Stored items
== Segment start ==
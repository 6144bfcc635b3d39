package journal_test

import (
	"bytes"
	"crypto/sha256"
	"encoding/binary"
	"errors"
	"hash/crc32"
	"testing"

	"example.com/wideberth/mapstore/journal"
	"pgregory.net/rapid"
)

func example() journal.Record {
	return journal.Record{
		Floor: "hall", Version: 12, Kind: journal.Patched, Base: 11, Author: "night shift",
		Reason: "spill at the tulip buckets", RequestID: "spill-7", TimeUs: 1_700_000_000_123_456,
		Payload: []byte{1, 2, 3}, Digest: [32]byte{4}, Prev: [32]byte{5},
	}.Seal()
}

// TestRecordEncodingIsFixed pins the bytes on disk: a journal written by this
// program must be read by every later one.
func TestRecordEncodingIsFixed(t *testing.T) {
	b, err := journal.EncodeRecord(example())
	if err != nil {
		t.Fatal(err)
	}
	var body []byte
	for _, n := range []uint64{12, 11, 1_700_000_000_123_456} {
		body = binary.LittleEndian.AppendUint64(body, n)
	}
	body = append(body, 2)
	body = append(append(body, 4), make([]byte, 31)...)
	body = append(append(body, 5), make([]byte, 31)...)
	for _, s := range []string{"hall", "night shift", "spill at the tulip buckets", "spill-7"} {
		body = append(binary.LittleEndian.AppendUint16(body, uint16(len(s))), s...)
	}
	body = append(body, 3, 0, 0, 0, 1, 2, 3)
	hash := sha256.Sum256(append([]byte("wideberth journal record 1\x00"), body...))
	body = append(body, hash[:]...)
	want := append([]byte("WBJ1\x01\x00\x01\x00"), binary.LittleEndian.AppendUint32(nil, uint32(len(body)))...)
	sum := crc32.Checksum(append(bytes.Clone(want), body...), crc32.MakeTable(crc32.Castagnoli))
	want = append(binary.LittleEndian.AppendUint32(want, sum), body...)
	if !bytes.Equal(b, want) {
		t.Errorf("encoding is\n%x, want\n%x", b, want)
	}
}

func TestDecodeDetectsEveryFlippedByte(t *testing.T) {
	rec, err := journal.EncodeRecord(example())
	if err != nil {
		t.Fatal(err)
	}
	snap, err := journal.EncodeSnapshot(journal.Snapshot{Floor: "hall", Version: 12, Content: []byte("content")})
	if err != nil {
		t.Fatal(err)
	}
	for name, c := range map[string]struct {
		value  []byte
		decode func([]byte) error
	}{
		"record":   {rec, func(b []byte) error { _, err := journal.DecodeRecord(b); return err }},
		"snapshot": {snap, func(b []byte) error { _, err := journal.DecodeSnapshot(b); return err }},
	} {
		if err := c.decode(c.value); err != nil {
			t.Fatalf("%s: %v", name, err)
		}
		for i := range c.value {
			for _, flip := range []byte{1, 0x80, 0xff} {
				b := bytes.Clone(c.value)
				b[i] ^= flip
				if err := c.decode(b); !errors.Is(err, journal.ErrCorrupt) {
					t.Errorf("%s with byte %d flipped by %#x: %v", name, i, flip, err)
				}
			}
		}
		for n := range c.value {
			if err := c.decode(c.value[:n]); !errors.Is(err, journal.ErrCorrupt) {
				t.Errorf("%s cut to %d bytes: %v", name, n, err)
			}
		}
		if err := c.decode(append(bytes.Clone(c.value), 0)); !errors.Is(err, journal.ErrCorrupt) {
			t.Errorf("%s with a byte more: %v", name, err)
		}
	}
	if _, err := journal.DecodeRecord(snap); !errors.Is(err, journal.ErrCorrupt) {
		t.Errorf("a snapshot decoded as a record: %v", err)
	}
}

// withFormat is an encoded value as a program of that format would have written it.
func withFormat(b []byte, format uint16) []byte {
	b = bytes.Clone(b)
	binary.LittleEndian.PutUint16(b[6:], format)
	table := crc32.MakeTable(crc32.Castagnoli)
	sum := crc32.Update(crc32.Checksum(b[:12], table), table, b[16:])
	binary.LittleEndian.PutUint32(b[12:], sum)
	return b
}

func TestNewerFormatIsRefusedByName(t *testing.T) {
	b, err := journal.EncodeRecord(example())
	if err != nil {
		t.Fatal(err)
	}
	_, err = journal.DecodeRecord(withFormat(b, 3))
	f, ok := errors.AsType[*journal.FormatError](err)
	if !ok || !errors.Is(err, journal.ErrFormat) || f.Found != 3 || f.Known != journal.Format {
		t.Errorf("format 3: %v", err)
	}
	if errors.Is(err, journal.ErrCorrupt) {
		t.Error("a newer format is called damage")
	}
	if _, err = journal.DecodeRecord(withFormat(b, 0)); !errors.Is(err, journal.ErrCorrupt) {
		t.Errorf("format 0: %v", err)
	}
}

func TestHashCoversEveryField(t *testing.T) {
	seen := map[[32]byte]string{example().Hash: "example"}
	for name, change := range map[string]func(*journal.Record){
		"floor":   func(r *journal.Record) { r.Floor = "hal" },
		"version": func(r *journal.Record) { r.Version++ },
		"kind":    func(r *journal.Record) { r.Kind++ },
		"base":    func(r *journal.Record) { r.Base++ },
		"author":  func(r *journal.Record) { r.Author += "s" },
		"reason":  func(r *journal.Record) { r.Reason += "s" },
		"border":  func(r *journal.Record) { r.Author, r.Reason = r.Author+"s", r.Reason[1:] },
		"request": func(r *journal.Record) { r.RequestID = "" },
		"time":    func(r *journal.Record) { r.TimeUs++ },
		"payload": func(r *journal.Record) { r.Payload = []byte{1, 2} },
		"digest":  func(r *journal.Record) { r.Digest[31]++ },
		"prev":    func(r *journal.Record) { r.Prev[31]++ },
	} {
		r := example()
		change(&r)
		h := r.Seal().Hash
		if other, ok := seen[h]; ok {
			t.Errorf("%s and %s have one hash", name, other)
		}
		seen[h] = name
	}
}

// TestSpare replays many runs of snapshots: the bound and the newest are kept, and
// the gap below any version is bounded by its age.
func TestSpare(t *testing.T) {
	rapid.Check(t, func(t *rapid.T) {
		every := rapid.Int64Range(1, 300).Draw(t, "every")
		n := rapid.IntRange(1, 2000).Draw(t, "snapshots")
		var held []int64
		for i := range n {
			held = append(held, int64(i+1)*every)
			v, ok := journal.Spare(held)
			if ok != (len(held) > journal.KeepSnapshots) {
				t.Fatalf("%d held, spare gives %v", len(held), ok)
			}
			if !ok {
				continue
			}
			for i, h := range held {
				if h == v {
					held = append(held[:i:i], held[i+1:]...)
					break
				}
			}
			if len(held) != journal.KeepSnapshots {
				t.Fatalf("version %d, which is to go, is not held", v)
			}
		}
		head := int64(n) * every
		if held[len(held)-1] != head {
			t.Fatalf("newest held is %d, want %d", held[len(held)-1], head)
		}
		// Measured: the worst gap is a little below the age of its lower end. Were the
		// oldest snapshots simply dropped, it would grow without bound.
		below := int64(0)
		for _, h := range held {
			if age := head - below; h-below > age*9/10+every {
				t.Fatalf("gap from %d to %d at head %d: held %v", below, h, head, held)
			}
			below = h
		}
	})
}

func FuzzDecodeRecord(f *testing.F) {
	b, err := journal.EncodeRecord(example())
	if err != nil {
		f.Fatal(err)
	}
	f.Add(b)
	f.Add(withFormat(b, 2))
	f.Add(b[:len(b)-1])
	f.Fuzz(func(t *testing.T, b []byte) {
		if len(b) >= 16 { // get past the header, where the field borders are
			copy(b, "WBJ1\x01\x00")
			binary.LittleEndian.PutUint32(b[8:], uint32(len(b)-16))
			if n := len(b) - 32; n >= 16 {
				hash := sha256.Sum256(append([]byte("wideberth journal record 1\x00"), b[16:n]...))
				copy(b[n:], hash[:])
			}
			b = withFormat(b, 1)
		}
		r, err := journal.DecodeRecord(b)
		if err != nil {
			if !errors.Is(err, journal.ErrCorrupt) {
				t.Fatalf("error is neither damage nor format: %v", err)
			}
			return
		}
		again, err := journal.EncodeRecord(r)
		if err != nil || !bytes.Equal(again, b) {
			t.Fatalf("decoded and encoded again, %x became %x (%v)", b, again, err)
		}
	})
}

func FuzzDecodeSnapshot(f *testing.F) {
	b, err := journal.EncodeSnapshot(journal.Snapshot{Floor: "hall", Version: 3, Content: []byte("content")})
	if err != nil {
		f.Fatal(err)
	}
	f.Add(b)
	f.Fuzz(func(t *testing.T, b []byte) {
		if len(b) >= 16 {
			copy(b, "WBJ1\x02\x00")
			binary.LittleEndian.PutUint32(b[8:], uint32(len(b)-16))
			b = withFormat(b, 1)
		}
		s, err := journal.DecodeSnapshot(b)
		if err != nil {
			if !errors.Is(err, journal.ErrCorrupt) {
				t.Fatalf("error is neither damage nor format: %v", err)
			}
			return
		}
		again, err := journal.EncodeSnapshot(s)
		if err != nil || !bytes.Equal(again, b) {
			t.Fatalf("decoded and encoded again, %x became %x (%v)", b, again, err)
		}
	})
}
== Segment end ==
• **Problem statement**
Could you return exactly the stretch of the data above that starts at the line with "func example() journal.Record" and ends at the line with "body = append(append(body, 5), make([]byte, 31)...)", both lines included?

• **Problem solution**
func example() journal.Record {
	return journal.Record{
		Floor: "hall", Version: 12, Kind: journal.Patched, Base: 11, Author: "night shift",
		Reason: "spill at the tulip buckets", RequestID: "spill-7", TimeUs: 1_700_000_000_123_456,
		Payload: []byte{1, 2, 3}, Digest: [32]byte{4}, Prev: [32]byte{5},
	}.Seal()
}

// TestRecordEncodingIsFixed pins the bytes on disk: a journal written by this
// program must be read by every later one.
func TestRecordEncodingIsFixed(t *testing.T) {
	b, err := journal.EncodeRecord(example())
	if err != nil {
		t.Fatal(err)
	}
	var body []byte
	for _, n := range []uint64{12, 11, 1_700_000_000_123_456} {
		body = binary.LittleEndian.AppendUint64(body, n)
	}
	body = append(body, 2)
	body = append(append(body, 4), make([]byte, 31)...)
	body = append(append(body, 5), make([]byte, 31)...)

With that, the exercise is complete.